[Prompt]:
The answer is to be an exact copy of the lines below running from the line with "claimed.text, html: claimed.html" down to the line with "let sent = 0", both ends included, and nothing more.

[Data shown]:
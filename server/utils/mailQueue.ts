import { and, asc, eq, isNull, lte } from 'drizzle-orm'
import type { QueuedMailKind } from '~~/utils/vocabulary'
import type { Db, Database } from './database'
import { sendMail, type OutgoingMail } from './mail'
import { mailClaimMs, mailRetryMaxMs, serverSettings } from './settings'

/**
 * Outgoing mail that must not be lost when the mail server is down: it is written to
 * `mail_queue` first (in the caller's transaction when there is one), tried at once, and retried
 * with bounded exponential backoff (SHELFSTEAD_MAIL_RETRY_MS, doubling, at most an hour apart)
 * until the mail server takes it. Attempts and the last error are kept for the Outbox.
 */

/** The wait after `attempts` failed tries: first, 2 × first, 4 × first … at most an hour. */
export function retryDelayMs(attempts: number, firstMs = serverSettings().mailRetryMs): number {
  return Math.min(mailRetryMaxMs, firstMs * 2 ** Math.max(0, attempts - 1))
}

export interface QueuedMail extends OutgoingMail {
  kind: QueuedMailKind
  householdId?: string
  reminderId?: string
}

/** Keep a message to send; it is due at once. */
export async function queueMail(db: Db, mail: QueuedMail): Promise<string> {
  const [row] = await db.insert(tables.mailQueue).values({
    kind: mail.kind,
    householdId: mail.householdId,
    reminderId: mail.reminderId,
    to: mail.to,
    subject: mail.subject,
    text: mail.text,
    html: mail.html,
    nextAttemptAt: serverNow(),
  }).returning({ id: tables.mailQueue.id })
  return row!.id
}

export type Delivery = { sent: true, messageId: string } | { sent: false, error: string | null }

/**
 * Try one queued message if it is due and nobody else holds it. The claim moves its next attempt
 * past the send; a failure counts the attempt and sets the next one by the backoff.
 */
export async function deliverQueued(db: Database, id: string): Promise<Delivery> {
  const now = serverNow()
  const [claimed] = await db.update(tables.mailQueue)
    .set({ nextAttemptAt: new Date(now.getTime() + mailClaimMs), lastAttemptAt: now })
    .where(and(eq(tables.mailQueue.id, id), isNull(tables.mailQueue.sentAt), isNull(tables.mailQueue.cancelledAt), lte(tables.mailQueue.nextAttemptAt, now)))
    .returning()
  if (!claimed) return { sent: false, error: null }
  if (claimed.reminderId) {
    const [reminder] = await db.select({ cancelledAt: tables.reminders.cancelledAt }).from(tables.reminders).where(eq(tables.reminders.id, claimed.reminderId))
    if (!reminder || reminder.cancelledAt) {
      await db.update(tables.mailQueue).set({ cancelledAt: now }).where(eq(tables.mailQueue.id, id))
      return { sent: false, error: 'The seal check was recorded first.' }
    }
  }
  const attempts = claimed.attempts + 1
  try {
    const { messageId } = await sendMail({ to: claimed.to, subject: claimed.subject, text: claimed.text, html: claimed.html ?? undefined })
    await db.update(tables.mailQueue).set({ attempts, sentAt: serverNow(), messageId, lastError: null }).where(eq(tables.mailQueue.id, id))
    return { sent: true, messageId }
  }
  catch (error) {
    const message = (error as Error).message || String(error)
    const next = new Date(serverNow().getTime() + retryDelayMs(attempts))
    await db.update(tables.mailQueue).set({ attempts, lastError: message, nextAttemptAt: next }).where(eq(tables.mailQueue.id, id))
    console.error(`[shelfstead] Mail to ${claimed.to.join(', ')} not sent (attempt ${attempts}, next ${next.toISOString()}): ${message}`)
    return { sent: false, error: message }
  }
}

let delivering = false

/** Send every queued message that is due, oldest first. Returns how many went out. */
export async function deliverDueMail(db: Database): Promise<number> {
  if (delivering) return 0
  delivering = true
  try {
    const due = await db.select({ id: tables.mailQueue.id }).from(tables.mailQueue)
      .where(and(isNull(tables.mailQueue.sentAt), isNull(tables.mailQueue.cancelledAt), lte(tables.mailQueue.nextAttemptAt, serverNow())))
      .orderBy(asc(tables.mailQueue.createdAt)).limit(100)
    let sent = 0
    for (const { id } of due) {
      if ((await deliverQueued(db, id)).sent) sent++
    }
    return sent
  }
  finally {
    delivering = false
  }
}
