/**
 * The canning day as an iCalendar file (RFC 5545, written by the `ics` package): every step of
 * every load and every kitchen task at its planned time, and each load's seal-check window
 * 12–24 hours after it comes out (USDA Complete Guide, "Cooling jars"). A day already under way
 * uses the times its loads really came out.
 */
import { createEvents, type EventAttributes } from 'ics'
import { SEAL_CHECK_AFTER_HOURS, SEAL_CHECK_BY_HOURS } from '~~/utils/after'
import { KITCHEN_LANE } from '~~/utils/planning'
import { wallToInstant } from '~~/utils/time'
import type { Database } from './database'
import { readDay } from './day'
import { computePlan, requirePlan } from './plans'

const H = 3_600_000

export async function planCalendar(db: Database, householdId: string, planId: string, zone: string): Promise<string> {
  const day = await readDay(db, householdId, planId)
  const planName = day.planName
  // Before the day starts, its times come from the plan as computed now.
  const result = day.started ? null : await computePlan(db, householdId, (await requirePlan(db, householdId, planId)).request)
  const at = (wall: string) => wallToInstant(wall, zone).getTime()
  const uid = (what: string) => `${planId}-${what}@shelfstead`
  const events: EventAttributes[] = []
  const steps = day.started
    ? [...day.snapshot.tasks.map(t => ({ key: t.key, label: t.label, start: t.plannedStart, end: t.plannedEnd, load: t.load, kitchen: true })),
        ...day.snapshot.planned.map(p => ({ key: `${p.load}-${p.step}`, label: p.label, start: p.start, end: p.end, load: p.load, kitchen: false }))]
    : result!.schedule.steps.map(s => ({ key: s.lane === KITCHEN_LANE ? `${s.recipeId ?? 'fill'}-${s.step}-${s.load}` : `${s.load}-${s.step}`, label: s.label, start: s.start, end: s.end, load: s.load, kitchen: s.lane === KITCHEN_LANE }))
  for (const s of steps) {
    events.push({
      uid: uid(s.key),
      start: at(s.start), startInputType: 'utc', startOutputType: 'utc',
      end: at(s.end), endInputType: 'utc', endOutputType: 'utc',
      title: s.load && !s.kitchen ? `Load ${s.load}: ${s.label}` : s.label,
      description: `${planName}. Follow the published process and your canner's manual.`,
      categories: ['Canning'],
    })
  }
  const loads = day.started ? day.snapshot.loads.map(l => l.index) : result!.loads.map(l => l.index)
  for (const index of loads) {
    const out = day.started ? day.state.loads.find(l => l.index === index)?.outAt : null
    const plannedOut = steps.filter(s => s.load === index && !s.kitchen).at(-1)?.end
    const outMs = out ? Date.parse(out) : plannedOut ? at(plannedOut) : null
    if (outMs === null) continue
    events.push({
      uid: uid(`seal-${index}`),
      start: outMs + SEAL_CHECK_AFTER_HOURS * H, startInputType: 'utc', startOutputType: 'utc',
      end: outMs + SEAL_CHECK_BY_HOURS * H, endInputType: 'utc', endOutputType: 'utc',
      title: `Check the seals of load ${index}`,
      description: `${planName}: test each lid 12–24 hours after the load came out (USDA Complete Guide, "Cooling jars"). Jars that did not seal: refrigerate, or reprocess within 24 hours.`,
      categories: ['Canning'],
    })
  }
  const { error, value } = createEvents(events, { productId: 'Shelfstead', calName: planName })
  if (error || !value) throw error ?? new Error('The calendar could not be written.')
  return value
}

---

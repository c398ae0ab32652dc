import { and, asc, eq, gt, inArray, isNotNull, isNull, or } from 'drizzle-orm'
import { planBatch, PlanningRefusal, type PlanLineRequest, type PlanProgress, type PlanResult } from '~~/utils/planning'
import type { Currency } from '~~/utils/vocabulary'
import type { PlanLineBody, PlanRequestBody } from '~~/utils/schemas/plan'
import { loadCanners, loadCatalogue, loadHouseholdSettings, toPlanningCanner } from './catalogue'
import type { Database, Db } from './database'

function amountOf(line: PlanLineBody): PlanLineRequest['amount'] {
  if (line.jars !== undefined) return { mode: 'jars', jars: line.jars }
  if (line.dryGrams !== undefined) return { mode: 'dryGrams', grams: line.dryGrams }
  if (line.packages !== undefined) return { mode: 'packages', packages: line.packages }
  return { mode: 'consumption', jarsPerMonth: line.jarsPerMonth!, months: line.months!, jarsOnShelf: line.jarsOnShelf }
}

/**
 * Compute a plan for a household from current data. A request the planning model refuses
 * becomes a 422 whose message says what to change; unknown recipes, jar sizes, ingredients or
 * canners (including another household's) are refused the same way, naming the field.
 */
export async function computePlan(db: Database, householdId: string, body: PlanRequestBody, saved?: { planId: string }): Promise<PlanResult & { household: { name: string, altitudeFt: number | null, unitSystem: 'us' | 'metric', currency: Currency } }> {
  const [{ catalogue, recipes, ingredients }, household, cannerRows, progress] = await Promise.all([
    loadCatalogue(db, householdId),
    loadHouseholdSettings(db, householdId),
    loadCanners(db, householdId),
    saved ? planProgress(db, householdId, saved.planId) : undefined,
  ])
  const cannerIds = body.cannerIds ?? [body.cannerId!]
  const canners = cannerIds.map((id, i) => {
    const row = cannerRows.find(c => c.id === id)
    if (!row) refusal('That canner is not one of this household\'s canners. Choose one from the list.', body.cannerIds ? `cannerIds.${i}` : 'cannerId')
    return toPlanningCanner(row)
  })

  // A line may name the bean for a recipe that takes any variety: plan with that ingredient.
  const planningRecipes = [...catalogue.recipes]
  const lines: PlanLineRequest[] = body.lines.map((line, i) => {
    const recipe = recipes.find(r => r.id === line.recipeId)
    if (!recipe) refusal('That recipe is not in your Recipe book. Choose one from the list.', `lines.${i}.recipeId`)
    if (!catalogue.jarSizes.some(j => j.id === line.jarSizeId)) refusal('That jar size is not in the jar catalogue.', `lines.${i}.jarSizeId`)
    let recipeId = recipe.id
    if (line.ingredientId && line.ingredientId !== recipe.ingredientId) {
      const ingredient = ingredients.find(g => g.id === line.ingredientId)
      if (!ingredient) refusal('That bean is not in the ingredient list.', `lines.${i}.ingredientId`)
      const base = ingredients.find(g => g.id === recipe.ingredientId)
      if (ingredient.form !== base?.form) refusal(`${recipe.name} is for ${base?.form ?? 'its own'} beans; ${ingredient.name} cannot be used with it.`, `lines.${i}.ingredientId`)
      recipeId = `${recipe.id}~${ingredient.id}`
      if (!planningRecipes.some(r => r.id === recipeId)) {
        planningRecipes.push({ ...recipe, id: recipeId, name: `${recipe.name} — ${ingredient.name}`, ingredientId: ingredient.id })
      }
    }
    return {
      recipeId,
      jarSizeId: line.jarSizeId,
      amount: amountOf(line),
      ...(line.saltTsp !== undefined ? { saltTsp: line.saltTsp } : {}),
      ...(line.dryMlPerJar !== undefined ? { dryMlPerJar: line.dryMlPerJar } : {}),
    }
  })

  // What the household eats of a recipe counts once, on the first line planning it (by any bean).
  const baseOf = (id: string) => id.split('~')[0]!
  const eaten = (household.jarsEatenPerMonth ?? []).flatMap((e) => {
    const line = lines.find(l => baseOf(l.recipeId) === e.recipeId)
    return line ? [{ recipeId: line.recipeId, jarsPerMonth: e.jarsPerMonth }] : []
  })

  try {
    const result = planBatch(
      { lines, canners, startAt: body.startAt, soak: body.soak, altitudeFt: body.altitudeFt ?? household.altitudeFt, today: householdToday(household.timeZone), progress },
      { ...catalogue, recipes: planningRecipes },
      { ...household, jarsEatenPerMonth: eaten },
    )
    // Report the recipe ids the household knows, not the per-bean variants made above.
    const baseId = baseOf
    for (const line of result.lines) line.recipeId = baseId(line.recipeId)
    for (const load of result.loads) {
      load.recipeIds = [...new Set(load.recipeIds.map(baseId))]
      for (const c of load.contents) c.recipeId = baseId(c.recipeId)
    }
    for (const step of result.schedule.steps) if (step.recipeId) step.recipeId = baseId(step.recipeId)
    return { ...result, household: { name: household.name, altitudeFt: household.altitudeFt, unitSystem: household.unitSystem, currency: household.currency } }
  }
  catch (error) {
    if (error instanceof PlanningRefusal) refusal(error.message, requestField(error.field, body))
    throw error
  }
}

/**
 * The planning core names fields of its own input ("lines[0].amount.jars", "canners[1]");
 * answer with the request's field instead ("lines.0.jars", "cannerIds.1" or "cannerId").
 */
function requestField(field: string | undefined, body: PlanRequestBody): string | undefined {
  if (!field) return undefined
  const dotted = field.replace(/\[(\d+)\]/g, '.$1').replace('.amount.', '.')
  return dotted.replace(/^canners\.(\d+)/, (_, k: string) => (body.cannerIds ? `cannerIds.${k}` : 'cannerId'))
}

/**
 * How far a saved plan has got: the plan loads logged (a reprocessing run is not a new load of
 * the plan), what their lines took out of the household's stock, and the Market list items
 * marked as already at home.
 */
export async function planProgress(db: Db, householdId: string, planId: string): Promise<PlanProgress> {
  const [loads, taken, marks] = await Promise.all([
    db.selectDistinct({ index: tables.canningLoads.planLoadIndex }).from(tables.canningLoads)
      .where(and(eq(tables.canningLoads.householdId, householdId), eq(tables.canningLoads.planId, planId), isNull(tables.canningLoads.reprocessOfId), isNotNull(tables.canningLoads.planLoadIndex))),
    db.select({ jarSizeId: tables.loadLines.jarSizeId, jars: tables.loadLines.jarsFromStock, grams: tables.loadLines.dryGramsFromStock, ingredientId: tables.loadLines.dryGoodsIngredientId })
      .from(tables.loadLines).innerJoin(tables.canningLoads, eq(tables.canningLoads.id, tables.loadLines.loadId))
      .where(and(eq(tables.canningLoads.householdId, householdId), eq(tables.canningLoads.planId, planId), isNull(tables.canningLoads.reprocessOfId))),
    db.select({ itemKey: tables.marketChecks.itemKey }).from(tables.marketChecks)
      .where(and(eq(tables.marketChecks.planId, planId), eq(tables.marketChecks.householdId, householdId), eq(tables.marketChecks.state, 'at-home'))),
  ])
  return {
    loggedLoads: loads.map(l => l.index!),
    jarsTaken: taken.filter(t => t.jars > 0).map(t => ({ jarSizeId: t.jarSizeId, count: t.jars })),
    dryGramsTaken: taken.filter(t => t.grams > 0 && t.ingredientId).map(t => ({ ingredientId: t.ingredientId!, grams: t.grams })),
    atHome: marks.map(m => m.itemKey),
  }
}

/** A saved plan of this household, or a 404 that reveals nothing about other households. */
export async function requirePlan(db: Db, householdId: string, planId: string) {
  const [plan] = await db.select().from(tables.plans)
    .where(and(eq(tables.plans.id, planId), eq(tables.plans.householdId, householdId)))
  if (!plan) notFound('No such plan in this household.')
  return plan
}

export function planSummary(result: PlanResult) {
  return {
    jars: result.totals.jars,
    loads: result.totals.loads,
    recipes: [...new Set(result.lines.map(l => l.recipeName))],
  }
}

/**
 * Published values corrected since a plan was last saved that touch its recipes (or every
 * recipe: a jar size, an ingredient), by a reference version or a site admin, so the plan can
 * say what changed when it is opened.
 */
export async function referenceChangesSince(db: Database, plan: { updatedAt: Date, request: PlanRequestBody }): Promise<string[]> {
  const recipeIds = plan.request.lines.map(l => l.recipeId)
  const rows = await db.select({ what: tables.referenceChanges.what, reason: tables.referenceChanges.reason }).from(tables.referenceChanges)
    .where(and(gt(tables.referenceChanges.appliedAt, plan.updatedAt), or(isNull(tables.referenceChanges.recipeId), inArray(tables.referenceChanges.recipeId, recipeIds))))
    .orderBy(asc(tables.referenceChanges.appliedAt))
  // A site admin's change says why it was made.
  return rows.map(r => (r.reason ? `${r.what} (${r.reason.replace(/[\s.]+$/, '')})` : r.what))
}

[Task result]:
    const { messageId } = await sendMail({ to: claimed.to, subject: claimed.subject, text: claimed.text, html: claimed.html ?? undefined })
    await db.update(tables.mailQueue).set({ attempts, sentAt: serverNow(), messageId, lastError: null }).where(eq(tables.mailQueue.id, id))
    return { sent: true, messageId }
  }
  catch (error) {
    const message = (error as Error).message || String(error)
    const next = new Date(serverNow().getTime() + retryDelayMs(attempts))
    await db.update(tables.mailQueue).set({ attempts, lastError: message, nextAttemptAt: next }).where(eq(tables.mailQueue.id, id))
    console.error(`[shelfstead] Mail to ${claimed.to.join(', ')} not sent (attempt ${attempts}, next ${next.toISOString()}): ${message}`)
    return { sent: false, error: message }
  }
}

let delivering = false

/** Send every queued message that is due, oldest first. Returns how many went out. */
export async function deliverDueMail(db: Database): Promise<number> {
  if (delivering) return 0
  delivering = true
  try {
    const due = await db.select({ id: tables.mailQueue.id }).from(tables.mailQueue)
      .where(and(isNull(tables.mailQueue.sentAt), isNull(tables.mailQueue.cancelledAt), lte(tables.mailQueue.nextAttemptAt, serverNow())))
      .orderBy(asc(tables.mailQueue.createdAt)).limit(100)
    let sent = 0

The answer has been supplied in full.